I've not seen any personally but it gets more "chukarish" at the south end. For grouse, I went all the way to the top and didn't see any.... I did find tracks in the snow, and have seen one fully grown Ruffed but didn't have a gun with me that day. The day I packed the gun it snowed and rained on me and it was a wet miserable mess but it was just the kind of day I take a sick pleasure in.... weather can certainly and usually does change rather quickly up there, so make sure you're prepared but its some pretty country. I don't think there are a lot of birds there but if I make it up this year, I'll report back.... I should get up there, its pretty much my backyard.


----------



## guner (Sep 25, 2007)

I Went up there last year..... I think I talked to you in pm River.... I walked for about 3 hours, saw one Ruf flyin fast down hill. but was fun


----------



## sawsman (Sep 13, 2007)

I have trompped around the Oquirhs for years and dont recall seeing many grouse at all. Lot's of chuckars on the North end of the range and around on the Erda side, unfornanately this is KUCC property, that's probably why there is so many.

sawsman


----------



## Riverrat77 (Sep 7, 2007)

I have heard that about the chukars too... little bastidges.... :lol: I wonder if Kennecott would consider issuing a limited number of Upland tags for their property... maybe at like one month at a time type of thing... there have to be grouse up in the top of some of those Kennecott mountains. I've seen video of a friends LE elk hunt up there on Kennecott property and the area looked really good....

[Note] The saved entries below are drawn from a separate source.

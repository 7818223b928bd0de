import { revalidatePath } from 'next/cache';
import { headers } from 'next/headers';
import { unstable_rethrow } from 'next/navigation';
import type { Action } from '@/components/forms/action-result';
import type { Actor } from '@/services/access';
import { currentActor } from '@/services/people';
import { problemOf } from './problem-of';
import { refuseForeign } from './own-request';

interface Options {
  /** Pages that show what the deed changed: "/bench", or a pattern such as "/bench/[version]". */
  refresh?: readonly string[];
}

/**
 * Makes a server action of a deed: finds who acts, checks that the request is ours, calls the deed, answers a value or
 * a problem. It does not parse: the deed does, so that every way in meets the same gate.
 */
export function action<Input, Value>(
  deed: (actor: Actor, input: Input) => Promise<Value>,
  { refresh = [] }: Options = {},
): Action<Input, Value> {
  return async (input) => {
    try {
      refuseForeign(await headers());
      const value = await deed(await currentActor(), input);
      for (const path of refresh) {
        if (path.includes('[')) revalidatePath(path, 'page');
        else revalidatePath(path);
      }
      return { ok: true, value };
    } catch (error) {
      unstable_rethrow(error);
      return { ok: false, problem: problemOf(error) };
    }
  };
}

Oh and yeah Guner, you did talk to me last year... I remember you saying that you walked up and didn't see much either.... Hmmm. I still want to try and check it out though. :?


----------



## sawsman (Sep 13, 2007)

Riverrat77,

I dont think KUCC would go for it, too much liability. KUCC is very big on safety and the facilities cover alot of ground. Piping systems, reclaimed areas, old mine workings, environmental meterlogical stations and the most important of all,the personnel throughout the property. The deer and elk herds are astronomical! not to mention the turkeys! They have exploded since their reintroduction in the ninety's. 

The CWMU hunt is guided and closely monitored with the exception of one canyon which they let you go unguided in.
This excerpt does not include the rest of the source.